On January 1, 2006, the Company entered into a Facilities and Support Services Agreement with American DG Energy for a period of one year, renewable annually, on January 1st, by mutual agreement. That agreement was replaced by the Facilities, Support Services and Business Agreement between the Company and American DG Energy, effective July 1, 2013. On July 1, 2013 the Company entered into an Amendment to the Facilities, Support Services and Business Agreement, or the Amendment, with American DG Energy. Under this agreement, the Company provides American DG Energy with certain office and business support services and also provides pricing based on a volume discount depending on the level of American DG Energy purchases of cogeneration and chiller products. For certain sites, American DG Energy hires the Company to service its chiller and cogeneration products. The Company also provides office space and certain utilities to American DG Energy based on a monthly rate set at the beginning of each year. Also, under this agreement, American DG Energy has sales representation rights to the Company's products and services in New England.

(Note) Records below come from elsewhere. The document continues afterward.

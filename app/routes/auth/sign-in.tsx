import { useEffect } from "react"
import { data, Form, redirect } from "react-router"
import { clientNetwork } from "~/platform/client-network.server"
import { findLanding } from "~/services/people/find-landing.server"
import { readKeptPostTicket } from "~/services/people/kept-post-cookie.server"
import { requestCode } from "~/services/people/request-code.server"
import { safeTarget } from "~/services/people/safe-target.server"
import { forgetKeptPages } from "~/ui/crop/yard-offline"
import { Button } from "~/ui/forms/button"
import { ErrorSummary } from "~/ui/forms/error-summary"
import { TextField } from "~/ui/forms/fields"
import { PlainPage } from "~/ui/layout/plain-page"
import { admits, guard } from "../guard.server"
import type { Route } from "./+types/sign-in"
import { settingCookies } from "./cookie-headers.server"
import { emailField, waitWords, withTarget } from "./sign-in-fields"

export const meta: Route.MetaFunction = () => [{ title: "Sign in · Waxbill" }]

export const loader = guard(admits.anyone, async ({ request, url }: Route.LoaderArgs, { person }) => {
	if (person) throw redirect(await findLanding(person.id, request, url.searchParams.get("to")))
	const kept = readKeptPostTicket(request)
	return { isPostKept: kept !== null && !kept.wasSent }
})

/** Asks for a code. The answer is the same whether or not anybody has the address. */
export const action = guard(admits.anyone, async ({ request, url }: Route.ActionArgs) => {
	const typed = String((await request.formData()).get("email") ?? "")
	const email = emailField.safeParse(typed)
	const refuse = (status: number, field: "email" | undefined, message: string) =>
		data({ typed, error: { field, message } }, { status })
	if (!email.success) return refuse(400, "email", email.error.issues[0]?.message ?? "")
	const to = safeTarget(url.searchParams.get("to"))
	const asked = await requestCode({ email: email.data, network: clientNetwork(request), to })
	if (!asked.ok) {
		const wait = `Too many codes were asked for. You can ask again ${waitWords(asked.retryAfterSeconds)}.`
		return refuse(429, undefined, wait)
	}
	return redirect(withTarget("/sign-in/code", to), { headers: settingCookies(asked.cookies) })
})

export default function SignIn({ loaderData, actionData }: Route.ComponentProps) {
	const error = actionData?.error
	// Signing out leads here; what the last person could open without signal goes with their session.
	useEffect(forgetKeptPages, [])
	return (
		<PlainPage title="Sign in" lead="We send a six-digit code to your e-mail address. There is no password.">
			{error && <ErrorSummary errors={[error]} />}
			{loaderData.isPostKept && (
				<p className="message-line saved" role="status">
					You were signed out. What you typed is kept for an hour: sign in, and you can send it.
				</p>
			)}
			<Form method="post" className="mt-4 grid gap-4" noValidate>
				<TextField
					name="email"
					label="E-mail address"
					hint="The one that your invitation came to."
					type="email"
					autoComplete="email"
					inputMode="email"
					spellCheck={false}
					defaultValue={actionData?.typed}
					error={error?.field === "email" ? error.message : undefined}
				/>
				<div>
					<Button variant="primary" size="big">
						Send me a code
					</Button>
				</div>
			</Form>
		</PlainPage>
	)
}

On August 8, 2014 the Company entered into a new agreement with American DG Energy. The agreement is similar to the previous Facilities, Support Services and Business Agreement between the Company and American DG Energy. It was signed for a one year period, beginning on July 1, 2014.

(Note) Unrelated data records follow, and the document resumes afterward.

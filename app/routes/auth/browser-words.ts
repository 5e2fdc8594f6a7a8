const BROWSERS: [RegExp, string][] = [
	[/Edg\//, "Edge"],
	[/OPR\//, "Opera"],
	[/Firefox\//, "Firefox"],
	[/Chrome\//, "Chrome"],
	[/Safari\//, "Safari"],
]
const DEVICES: [RegExp, string][] = [
	[/iPhone/, "an iPhone"],
	[/iPad/, "an iPad"],
	[/Android/, "an Android device"],
	[/Windows/, "Windows"],
	[/Macintosh/, "a Mac"],
	[/Linux/, "Linux"],
]

/** A browser by its User-Agent, as its owner would name it: "Firefox on Windows". A guess; browsers may say anything. */
export function browserWords(userAgent: string): string {
	const browser = nameIn(BROWSERS, userAgent) ?? "A browser"
	const device = nameIn(DEVICES, userAgent)
	return device ? `${browser} on ${device}` : browser
}

function nameIn(names: [RegExp, string][], userAgent: string): string | undefined {
	return names.find(([pattern]) => pattern.test(userAgent))?.[1]
}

The Company subleases portions of its corporate offices and manufacturing facility to sub-tenants under annual sublease agreements. For the six months ended June 30, 2014 and 2013, the Company received $104,938 and $107,276, respectively, from American DG Energy and other sub-tenants.
The Company’s headquarters are located in Waltham, Massachusetts and consist of approximately 43,000 square feet of office and storage space that are shared with American DG Energy and other tenants. The lease expires on March 31, 2024. We believe that our facilities are appropriate and adequate for our current needs.
Revenue from sales of cogeneration and chiller systems, parts and service to American DG Energy during the six months ended June 30, 2014 and 2013 amounted to $637,059 and $384,415, respectively. In addition, Tecogen pays certain operating expenses, including benefits and insurance, on behalf of American DG Energy. Tecogen was reimbursed for these costs. As of June 30, 2014 the total amount due from American DG Energy was $148,830, which is included in due from related party on the accompanying condensed consolidated balance sheet. As of December 31, 2013 the total amount due to American DG Energy was $119,667.
On March 14, 2013 the Company received a prepayment for purchases of modules, parts and service to be made by American DG Energy in the amount of $827,747. The Company will provide a discount on these prepaid purchases equal to 6% per annum on deposit balances. As of June 30, 2014 the principal balance on this prepayment had a balance of $0.